Phase diagram of a generalized Winfree model

We study the phase diagram of a generalized Winfree model. The modification is such that the coupling depends on the fraction of synchronized oscillators, a situation which has been noted in some experiments on coupled Josephson junctions and mechanical systems.

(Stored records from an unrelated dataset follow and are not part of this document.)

"""Simulation throughput of the generated testbenches: Icarus, Verilator and GHDL on the same stimulus.

Each design is generated in both languages; the three simulators run the same words (vectors/ plus
random words, the same gaps and backpressure settings) through the Verilog harness (Icarus through
plain vvp, Verilator as a cached binary) and the VHDL testbench (GHDL). The figure is words compared
per second of simulation (compile and build time apart). Ratios are within one run: the machines
are shared and noisy.

    python tests/benchmarks/bench_simulators.py [--words 20000] [--designs NAME ...]
"""

from __future__ import annotations

import argparse
import platform
import tempfile
import time
from pathlib import Path

from qamsmith import write_design
from qamsmith.flows import verify
from qamsmith.spec import DesignSpec, examples

#: the built-in examples, and a 4096-QAM design (the largest order)
DESIGNS = [*sorted(examples()), "qam4096"]


def _spec(name: str) -> DesignSpec:
    if name == "qam4096":
        return DesignSpec(name="bench-qam4096").with_settings({"constellation.order": 4096})
    return DesignSpec.from_toml(examples()[name])


def main() -> None:
    ap = argparse.ArgumentParser(description=__doc__.splitlines()[0])
    ap.add_argument("--words", type=int, default=20000, help="random words per block on top of vectors/")
    ap.add_argument("--designs", nargs="*", default=DESIGNS)
    args = ap.parse_args()
    print(f"# simulators, {time.strftime('%Y-%m-%d')}, {platform.machine()} {platform.processor() or ''}, "
          f"{args.words} random words per block\n")
    print("| design | words | Icarus (words/s) | Verilator (words/s) | GHDL (words/s) | GHDL / Icarus | Verilator / Icarus |")
    print("|---|---:|---:|---:|---:|---:|---:|")
    with tempfile.TemporaryDirectory(prefix="bench-sim-") as tmp:
        root = Path(tmp)
        for name in args.designs:
            spec = _spec(name).with_settings({"interface.language": "both"})
            design = write_design(spec, root / "out")
            kw = {"n_random": args.words, "seed": 3}
            ic = verify.run_direct(design, build_dir=root / "icarus" / name, **kw)
            vl = verify.run_verilator(design, build_dir=root / "verilator" / name, cache_dir=root / "cache", **kw)
            gh = verify.run_ghdl(design, build_dir=root / "ghdl" / name, **kw)
            assert ic.ok and vl.ok and gh.ok, (ic.details, vl.details, gh.details)
            rate = {r.simulator: r.harness_compared / r.sim_seconds for r in (ic, vl, gh)}
            i, v, g = rate[ic.simulator], rate[vl.simulator], rate[gh.simulator]
            print(f"| {name} | {ic.harness_compared} | {i:,.0f} | {v:,.0f} | {g:,.0f} | {g / i:.2f} | {v / i:.1f} |",
                  flush=True)
    print(f"\nsimulators: {ic.simulator}; {vl.simulator}; {gh.simulator}")


if __name__ == "__main__":
    main()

We let the global coupling $k$ be a function of the Kuramoto order parameter $r$ through an exponent $z$ such that $z=1$ corresponds to the standard Winfree model, $z<1$ strengthens the coupling at low $r$ (low amount of synchronization), and at $z>1$, the coupling is weakened for low $r$. Using both analytical and numerical approaches, we find that $z$ controls the size of the incoherent phase region and that one may make the incoherent behavior less typical by choosing $z<1$. We also find that the original Winfree model is a rather special case; indeed, the partial locked behavior disappears for $z>1$. At fixed $k$ and varying $\gamma$, the stability boundary of the locked phase corresponds to a transition that is continuous for $z<1$ and first order for $z>1$. This change in the nature of the transition is in accordance with a previous study of a similarly modified Kuramoto model.

Figure 1

The limiting value ${\gamma }_d$ as a function of $z$. The Winfree model is obtained for $z=1$.

Figure 2

Phase diagram of the generalized Winfree model. Results are for $z=0.5$ (top left), $z=1$ (top right), $z=1.5$ (bottom left), and $z=2$ (bottom right). $\mathrm{Dt}=\text{death}$ phase, $\mathrm{PD}=\text{partial}$ death, $\mathrm{In}=\text{incoherence}$, $\mathrm{Lk}=\text{locked}$ phase, and $\mathrm{PL}=\text{partial}$ locking. The phase diagram at $z=1$ coincides with that depicted in [8]. In the case $z=1.5$ the stability boundary between partial locking and incoherence has been drawn as the dash-dotted line because it is not observed in simulations (for $z>1$ the partial locking region is absent; see the text).

Figure 3

The order parameter (time-averaged) $r$ versus $\gamma$, for low $\gamma$ and fixed $k=0.4$, is reported for $z=0.5$ (top left, continuous transition between the locked phase and partial locked phase), $z=1$ (top right), $z=1.5$ (bottom left), and $z=2$ (bottom right). In the last three cases there is a first-order transition between the locked phase and incoherence phase.